Friday, December 06, 2002

CNN - Star sheds light on African 'Stonehenge'

Mysterious ruins in Zimbabwe, nearly brushed this week by the shadow of a total solar eclipse, once served as an astronomical observatory to track eclipses, solstices and an elusive exploding star, a South African scientist said.

The arrangement of the walls, the complicated symbols on stone monoliths and the position of a tall tower suggest that medieval Zimbabweans used the complex to track the moon, sun, planets and stars for centuries.

"The importance of Great Zimbabwe is that it was the capital of the only known sub-Saharan African Empire that lasted almost 1,000 years.

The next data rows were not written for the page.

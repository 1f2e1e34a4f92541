import { Router } from 'express';
import { z } from 'zod';
import { allow } from '../auth/permission';
import { ROLES, roleList } from '../auth/roles';
import type { Db } from '../db';
import { parseInput } from '../http/validate';
import { changeRole, listUsers } from '../services/access/users';
import { idParam } from './id-param';

const roleChange = z.strictObject({
  role: z.enum(ROLES, { error: `role must be one of ${roleList}` }),
});

/** Admins see every user and set their roles. */
export function userRoutes(db: Db): Router {
  const router = Router();
  router.get('/v1/users', allow('admin'), async (_req, res) => {
    res.json({ users: await listUsers(db) });
  });
  router.patch('/v1/users/:id', allow('admin'), async (req, res) => {
    const { role } = parseInput(roleChange, req.body, 'body');
    res.json({ user: await changeRole(db, req.user!, idParam(req.params.id, 'user'), role) });
  });
  return router;
}
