import { Router } from 'express';
import { Gauge, Registry } from 'prom-client';
import type { Config } from '../config';
import type { Db } from '../db';
import { allow } from '../auth/permission';
import { identifyCaller } from '../auth/identify';
import { HEALTH_LEVELS_WORST_FIRST } from '../maths/health-levels';
import type { FleetRow } from '../queries/fleet';
import type { FleetSnapshot } from '../services/sketches/fleet-snapshot';

/**
 * The web server's own /metrics, so an existing metrics system can watch the
 * fleet through Brimwatch: sketches per level and the load of every sketch.
 * It names every service and sketch, so it is for viewers and up: a scraper
 * sends a viewer's API token as "Authorization: Bearer <token>".
 */
export function metricsRoutes(db: Db, config: Config, snapshot: FleetSnapshot): Router {
  const registry = new Registry();
  let rows: FleetRow[] = [];
  new Gauge({
    name: 'brimwatch_sketches',
    help: 'Sketches at each level (the worst instance decides).',
    labelNames: ['level'],
    registers: [registry],
    collect() {
      this.reset();
      for (const level of HEALTH_LEVELS_WORST_FIRST) this.set({ level }, rows.filter((r) => r.level === level).length);
    },
  });
  new Gauge({
    name: 'brimwatch_sketch_load',
    help: 'Stream total over capacity of the worst instance (1 = the error budget no longer holds).',
    labelNames: ['service', 'sketch', 'team'],
    registers: [registry],
    collect() {
      this.reset();
      for (const r of rows) if (r.load !== null) this.set({ service: r.service, sketch: r.sketch, team: r.team }, r.load);
    },
  });

  const router = Router();
  router.use('/metrics', identifyCaller(db, config.SESSION_ABSOLUTE_HOURS * 3600_000));
  router.get('/metrics', allow('viewer'), async (_req, res) => {
    // Both gauges read the same snapshot (prom-client collects them concurrently).
    rows = await snapshot.rows();
    const body = await registry.metrics();
    res.type(registry.contentType).send(body);
  });
  return router;
}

Everyone in southern Africa somehow relates to this nucleus cultural complex," Wade said.

Several of the stone monoliths, for example, line up with certain bright stars in the constellation Orion as they rise on the morning of the shortest day of the year, the winter solstice.

Another contains markings that coincide with orbital patterns of Earth and Venus, which could be used to forecast eclipses, Wade said.

In his most controversial position, Wade suggests that a tower at the complex, whose purpose has baffled historians, was probably built to observe an exploding star in roughly 1300 AD.

"This large conical tower in the great enclosure stands directly in line with the rising supernova remnant when seen from the observation platform and court area of the time," Wade wrote in a paper to be submitted to the journals Science and Scientific American.

Modern telescope observations indicate that a supernova lit up the sky at approximately the same time. Historic records make no mention of it, an omission that does not surprise Wade since the dying star appeared over the Southern Hemisphere, which at the time had virtually no literate cultures.

But oral legends in the region lend credence to the supernova idea, Wade said. The Sena people of Zimbabwe hold that their ancestors migrated from the north by following an unusually bright star in the southern skies.